Kapolres Gorontalo Utara, melalui Kasat Lantas Polres Gorut Nurmaya Kasim mengatakan, kegiatan ini sebagai upaya mewujudkan kehadiran polisi di tengah – tengah masyarakat, khususnya dalam bidang Lalu lintas.

“Jadi hari senin – sabtu kita tempatkan personel kami dititik – titik dalam pengaturan arus lalu lintas. Misalnya di pasar, pertokoan, sekolah maupun di beberapa titik rawan macet dan rawan laka lantas,” ungkap Kasat Nurmaya Kasim kepada awak media, Sabtu (23/07/2022).

Dirinya mengatakan, kegiatan Strong Point ini adalah langkah awal satlantas untuk memberikan teguran kepada pengendara yang tidak mematuhi aturan lalu lintas saat berkendara. Contohnya, pengendara roda dua yang tidak menggunakan helm.

“Jika ada pengendara kita berhentikan dulu, karena ini belum ada penindakan baru tahap sosialisasi. Jadi kita memberikan himbauan khususnya di daerah kita ini, terutama pengendara yang tidak menggunakan helm standar SNI” ujarnya.

Selain itu, program Strong Point ini juga sebagai aksi nyata segenap jajaran Polres, dalam rangka mengoptimalkan kegiatan pelayanan kepolisian terhadap seluruh lapisan warga masyarakat.
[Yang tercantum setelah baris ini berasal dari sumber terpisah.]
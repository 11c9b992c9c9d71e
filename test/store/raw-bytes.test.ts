import { gzipSync } from 'node:zlib';
import { afterEach, describe, it, expect, vi } from 'vitest';
import { gunzip, gzip, isGzip, sha256Of } from '../../src/store/raw-bytes.ts';

const text = new TextEncoder().encode('a rail that rings '.repeat(500));

afterEach(() => vi.unstubAllGlobals());

describe.each(['by the browser', 'by the library'] as const)('gzip %s', (way) => {
  const stub = () => {
    if (way === 'by the browser') return;
    vi.stubGlobal('CompressionStream', undefined);
    vi.stubGlobal('DecompressionStream', undefined);
  };

  it('packs and unpacks', async () => {
    stub();
    const packed = await gzip(text);
    expect(isGzip(packed)).toBe(true);
    expect(packed.length).toBeLessThan(text.length / 5);
    expect(await gunzip(packed)).toEqual(text);
  });

  it('refuses what would grow without end, what is cut and what is none', async () => {
    stub();
    const bomb = gzipSync(new Uint8Array(20_000_000));
    await expect(gunzip(bomb, 1_000_000)).rejects.toMatchObject({ code: 'damaged' });
    const packed = await gzip(text);
    await expect(gunzip(packed.subarray(0, packed.length - 20))).rejects.toMatchObject({ code: 'damaged' });
    await expect(gunzip(text)).rejects.toMatchObject({ code: 'damaged' });
  });
});

describe('sha256Of', () => {
  it('is the same with and without the browser', async () => {
    const byBrowser = await sha256Of(text);
    vi.stubGlobal('crypto', {});
    expect(await sha256Of(text)).toBe(byBrowser);
  });
});
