import 'fake-indexeddb/auto';
import { describe, it, expect } from 'vitest';
import { openDB, type IDBPDatabase } from 'idb';
import type { ReadingFact } from '../../src/core/model/fact.ts';
import { rowOf } from '../../src/store/fact-row.ts';
import { openStore } from '../../src/store/open-store.ts';
import { DATABASE_VERSION, migrate, MIGRATIONS } from '../../src/store/schema.ts';
import { readingDraft } from '../support/reading-draft.ts';

const ID = (i: number) => `01J${String(i).padStart(23, '0')}`;
let serial = 0;

/** The database as version `version` of the program left it, with readings and a label. */
async function oldDatabase(version: number, readingCount: number): Promise<string> {
  const name = `schema-${(serial += 1)}`;
  const database: IDBPDatabase = await openDB(name, version, {
    upgrade: (db, old) =>
      migrate(
        db as never,
        old,
        MIGRATIONS.filter(({ to }) => to <= version),
      ),
  });
  for (let i = 0; i < readingCount; i += 1) {
    const fact: ReadingFact = {
      ...readingDraft(),
      _id: `reading:${ID(i)}`,
      v: 1,
      kind: 'reading',
      rawSha256: 'a'.repeat(64),
      rawBytes: 1,
    };
    await database.put('facts', rowOf(fact));
  }
  const label = {
    _id: `edit:${ID(0)}`,
    v: 1 as const,
    kind: 'edit' as const,
    entity: `reading:${ID(0)}`,
    set: { label: 'rail' },
    over: { label: [] },
    device: 'device:A',
    at: '2026-03-01T10:00:00.000Z',
  };
  await database.put('facts', rowOf(label));
  await database.put('facts', rowOf({ _id: 'drawing:1', v: 1, kind: 'drawing' }));
  await database.put('settings', 'device:old', 'device');
  database.close();
  return name;
}

describe('migrations', () => {
  it('are numbered from 1 without a hole', () => {
    expect(MIGRATIONS.map(({ to }) => to)).toEqual(MIGRATIONS.map((_, i) => i + 1));
    expect(DATABASE_VERSION).toBe(MIGRATIONS.length);
  });

  it.each(MIGRATIONS.map(({ to }) => to).filter((to) => to < DATABASE_VERSION))(
    'bring a database of version %i up, with all that was in it',
    async (version) => {
      const store = await openStore({ name: await oldDatabase(version, 3) });
      const listed = await store.listReadings();
      expect(listed).toHaveLength(3);
      expect(listed.find(({ id }) => id === `reading:${ID(0)}`)?.label).toBe('rail');
      expect(store.device).toBe('device:old');
      expect(await store.fact('drawing:1')).toBeDefined();
      store.noteError('works');
      await store.newEntity('site', { name: 'works' });
    },
  );

  it('gives an old database and a new one the same stores and indexes', async () => {
    const shapes = [];
    for (const name of [await oldDatabase(1, 1), `schema-${(serial += 1)}`]) {
      (await openStore({ name })).close();
      const database = await openDB(name);
      const names = [...database.objectStoreNames];
      const change = database.transaction(names);
      shapes.push(
        names.map((one) => {
          const store = change.objectStore(one);
          return [one, store.keyPath, store.autoIncrement, [...store.indexNames]];
        }),
      );
      database.close();
    }
    expect(shapes[0]).toEqual(shapes[1]);
  });

  it('refuse a database newer than the program', async () => {
    const name = `schema-${(serial += 1)}`;
    (await openDB(name, DATABASE_VERSION + 1)).close();
    await expect(openStore({ name })).rejects.toMatchObject({ name: 'StoreError', code: 'newer-database' });
  });
});
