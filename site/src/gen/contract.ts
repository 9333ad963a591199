// Generated from the Go types by build/contract. Do not edit.

/** Book is a job of many spots. */
export interface Book {
  /** version of this layout, 1 */
  v: number;
  /** at most MaxRecords */
  records: RecordText[];
}

/**
 * RecordText is a record as JSON, not read yet: one that cannot be read spoils
 * none of the others in its book.
 */
export type RecordText = Record;

/** BookSheet is a book evaluated. */
export interface BookSheet {
  /** one for each record, in their order */
  sheets: SheetText[];
  summary: Summary;
}

/**
 * SheetText is the JSON of a record's sheet: what Evaluate answers, or {"error":
 * ...} in the place of a record that could not be evaluated. Ten thousand sheets
 * fit into memory as text, but hardly as what they are read into.
 */
export type SheetText = Sheet | { error: Error };

/** BookRows are rows of a book. */
export interface BookRows {
  /** at most MaxRecords */
  rows: BookRow[];
}

/**
 * BookRow is a record and its sheet as far as a list of spots shows them, and as
 * a summary needs them. A number that does not exist is null.
 */
export interface BookRow {
  id: string;
  label: string;
  job: string;
  /** left out where it is not stated */
  zone?: Zone;
  /** along a traverse, mm */
  position: number | null;
  device: string;
  /** what the readings are in */
  scale: Key;
  group: string;
  /** readings that count */
  n: number;
  /** readings that were struck */
  struck: number;
  /** of the readings, in Scale */
  mean: number | null;
  sd: number | null;
  /** the mean corrected; null also where a finding says that nothing was measured */
  corrected: number | null;
  shownMean: string;
  /** in the limit's scale, then in HV, as far as the sheet has them; in Scale where it has neither; the first is the one to show */
  values: BookValue[];
  /** "cannot-say" where Error stands */
  outcome: Outcome;
  /** of conformity */
  probability: number | null;
  /** in percent */
  shownChance: string;
  /** from the nearer bound of the limit to the value, in expanded uncertainties; less than nothing outside */
  margin: number | null;
  /** of the limit as it was written down, "" without one, and so are the next two */
  limitScale: Key;
  limitMin: number | null;
  limitMax: number | null;
  /** their codes, in the order of the job */
  findings: string[];
  /** the gravest of them: stop, warn or note; left out without findings */
  level?: Kind;
  /** why the record could not be evaluated; null if it could */
  error: Error | null;
}

/** BookValue is a value of a spot in one scale. */
export interface BookValue {
  scale: Key;
  value: number;
  /** expanded uncertainty */
  expanded: number;
  low: number;
  high: number;
  /** "326 HBW (HLD)" */
  shown: string;
  /** "24" */
  shownExpanded: string;
  shownLow: string;
  shownHigh: string;
}

/** TableBook is a book to write as a table. */
export interface TableBook {
  /** version of this layout, 1 */
  v: number;
  /** at most MaxRecords */
  records: RecordText[];
  /** whether it goes on from a part before, and has no row of headers */
  continued?: boolean;
}

/** Catalogue is what a record can choose from, each with its source. */
export interface Catalogue {
  edition: string;
  recordVersion: number;
  devices: DeviceChoice[];
  directions: DirectionChoice[];
  groups: GroupChoice[];
  scales: ScaleChoice[];
  /** of decision, the default first */
  rules: Rule[];
  /** that published codes name */
  limits: LimitChoice[];
}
“Apakah itu pengemudi, pengendara, pedagang, karyawan, pegawai kantoran, anak sekolah, dan sebagainya. Sehingga demikian stabilitas kamtibmas dapat terus terjaga dengan baik,” tambahnya.

 

 

Wanita berpangkat Inspektur Polisi Satu (IPTU) itu menambahkan, kegiatan Strong Point ini masih dalam tahap disosialisasikan. Ia menegaskan sebulan kemudian sudah memasuki tindakan berupa penilangan terhadap pengendara yang tidak mematuhi aturan.
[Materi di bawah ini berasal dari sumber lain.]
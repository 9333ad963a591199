// Package device holds the impact devices, the corrections for the direction
// of impact, and what each device requires of the test piece.
package device

import (
	_ "embed"
	"math"

	"gonum.org/v1/gonum/interp"

	"strikebook/convert/table"
)

// Device is one rebound hardness device: the body it throws and the readings
// it may be used for. ISO 16859-1.
type Device struct {
	Key            string  // "D", "DC", "D+15", ...
	Scale          string  // the scale of its readings: "HLD", "HLDC", ...
	BodyMass       float64 // kg
	ImpactVelocity float64 // m/s
	BallRadius     float64 // m
	BallMaterial   string  // a key of the rebound model's ball materials
	Lo, Hi         float64 // application range, in the device's scale
	BuiltInCurve   bool    // whether the rebound model serves it

	Requirements Requirements // of the test piece
}

// Requirements is what a device requires of the test piece. 0 where the
// standards name nothing that is sure: then anything will do.
type Requirements struct {
	MassFreeKg           float64 // least mass of a piece that lies free,
	MassSupportedKg      float64 // on a solid support,
	MassCoupledKg        float64 // coupled to a solid plate
	ThicknessUncoupledMm float64 // least thickness, free or supported,
	ThicknessCoupledMm   float64 // coupled to a solid plate
	CaseMm               float64 // least depth of a hardened case
	RaUm                 float64 // greatest roughness Ra
	RadiusMm             float64 // least radius of a curved surface, without a support ring
	SpacingMm            float64 // least distance from one impression to the next
	EdgeMm               float64 // least distance from an impression to an edge
}

//go:embed devices.csv
var devicesFile []byte

var devicesTable = table.MustRead("devices.csv", devicesFile)

var devices = readDevices(devicesTable)

func readDevices(t table.Table) []Device {
	var all []Device
	for _, row := range t.Rows {
		all = append(all, Device{
			Key:            row.Text("device"),
			Scale:          row.Text("scale"),
			BodyMass:       row.Number("impact_body_mass_g") * 1e-3,
			ImpactVelocity: row.Number("impact_velocity_m_s"),
			BallRadius:     row.Number("ball_radius_mm") * 1e-3,
			BallMaterial:   row.Text("ball_material"),
			Lo:             row.Number("hl_min"),
			Hi:             row.Number("hl_max"),
			BuiltInCurve:   row.Text("curve") == "yes",
			Requirements: Requirements{
				MassFreeKg:           given(row.Number("mass_free_kg")),
				MassSupportedKg:      given(row.Number("mass_supported_kg")),
				MassCoupledKg:        given(row.Number("mass_coupled_kg")),
				ThicknessUncoupledMm: given(row.Number("thickness_uncoupled_mm")),
				ThicknessCoupledMm:   given(row.Number("thickness_coupled_mm")),
				CaseMm:               given(row.Number("case_depth_mm")),
				RaUm:                 given(row.Number("max_ra_um")),
				RadiusMm:             given(row.Number("min_radius_mm")),
				SpacingMm:            given(row.Number("min_spacing_mm")),
				EdgeMm:               given(row.Number("min_edge_mm")),
			},
		})
	}
	return all
}

// given is a requirement as the file gives it, 0 where it gives none.
func given(cell float64) float64 {
	if math.IsNaN(cell) {
		return 0
	}
	return cell
}

// Source names where the devices' data come from.
func Source() string { return devicesTable.Source }

// All returns every device, in the order they are offered.
func All() []Device { return append([]Device(nil), devices...) }

// ByKey finds a device by its key.
func ByKey(key string) (Device, bool) {
	return find(func(d Device) bool { return d.Key == key })
}

// ByScale finds the device whose readings are in a scale.
func ByScale(scale string) (Device, bool) {
	return find(func(d Device) bool { return d.Scale == scale })
}

func find(match func(Device) bool) (Device, bool) {
	for _, d := range devices {
		if match(d) {
			return d, true
		}
	}
	return Device{}, false
}

// Direction is the direction of impact.
type Direction string

// The directions of impact.
const (
	Down        Direction = "down"        // vertically down: the reference
	Down45      Direction = "down45"      // obliquely down
	Level       Direction = "level"       // horizontally
	Up45        Direction = "up45"        // obliquely up
	Up          Direction = "up"          // vertically up, overhead
	Compensated Direction = "compensated" // the instrument has corrected the readings itself
)

// Directions returns every direction, in the order they are offered.
func Directions() []Direction {
	return []Direction{Down, Down45, Level, Up45, Up, Compensated}
}

//go:embed direction_d.csv
var directionFile []byte

var directionTable = table.MustRead("direction_d.csv", directionFile)

// correctionColumns names the column of the correction table for each
// direction that needs a correction.
var correctionColumns = map[Direction]string{
	Down45: "down45", Level: "level_horizontal", Up45: "up45", Up: "up",
}

var corrections = readCorrections(directionTable)

func readCorrections(t table.Table) map[Direction]*interp.PiecewiseLinear {
	all := make(map[Direction]*interp.PiecewiseLinear, len(correctionColumns))
	for direction, column := range correctionColumns {
		levels, values := t.Pairs("level", column)
		var line interp.PiecewiseLinear
		if err := line.Fit(levels, values); err != nil {
			panic(err)
		}
		all[direction] = &line
	}
	return all
}

// CorrectionSource names where the direction corrections come from.
func CorrectionSource() string { return directionTable.Source }

// CorrectionRange returns the least and the greatest mean for which the
// standard tabulates a direction correction.
func CorrectionRange() (lo, hi float64) {
	return correctedLevels[0], correctedLevels[len(correctedLevels)-1]
}

var correctedLevels, _ = directionTable.Pairs("level", correctionColumns[Level])

// NeedsCorrection reports whether readings taken in a direction differ from
// readings taken vertically down.
func (d Direction) NeedsCorrection() bool { return d != Down && d != Compensated }

// Corrects reports whether a direction correction is published for the device.
func (d Device) Corrects() bool { return d.Key == "D" || d.Key == "DC" }

// Directions returns the directions of impact the device can be used in: all
// where a correction is published, else those that need none.
func (d Device) Directions() []Direction {
	var usable []Direction
	for _, direction := range Directions() {
		if d.Corrects() || !direction.NeedsCorrection() {
			usable = append(usable, direction)
		}
	}
	return usable
}

// Correction returns what to add to a mean reading of device D or DC taken in
// a direction, in the device's scale; linear between the tabulated levels. ok
// is false outside them: the table is not extended.
func Correction(direction Direction, mean float64) (add float64, ok bool) {
	if !direction.NeedsCorrection() {
		return 0, true
	}
	lo, hi := CorrectionRange()
	line := corrections[direction]
	if line == nil || !(mean >= lo && mean <= hi) {
		return math.NaN(), false
	}
	return line.Predict(mean), true
}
“Jadi di Gorut sendiri mulai minggu ini kita sosialisasi dulu, berupa teguran himbauan. Tetapi bulan depan kita sudah mulai memasuki tindakan berupa penindakan. Kalau misalnya tidak menggunakan helm, termasuk kelengkapan lainnya kita sudah terapkan tilang sesuai dengan undang – undang lalu lintas,” tandasnya.(Srm)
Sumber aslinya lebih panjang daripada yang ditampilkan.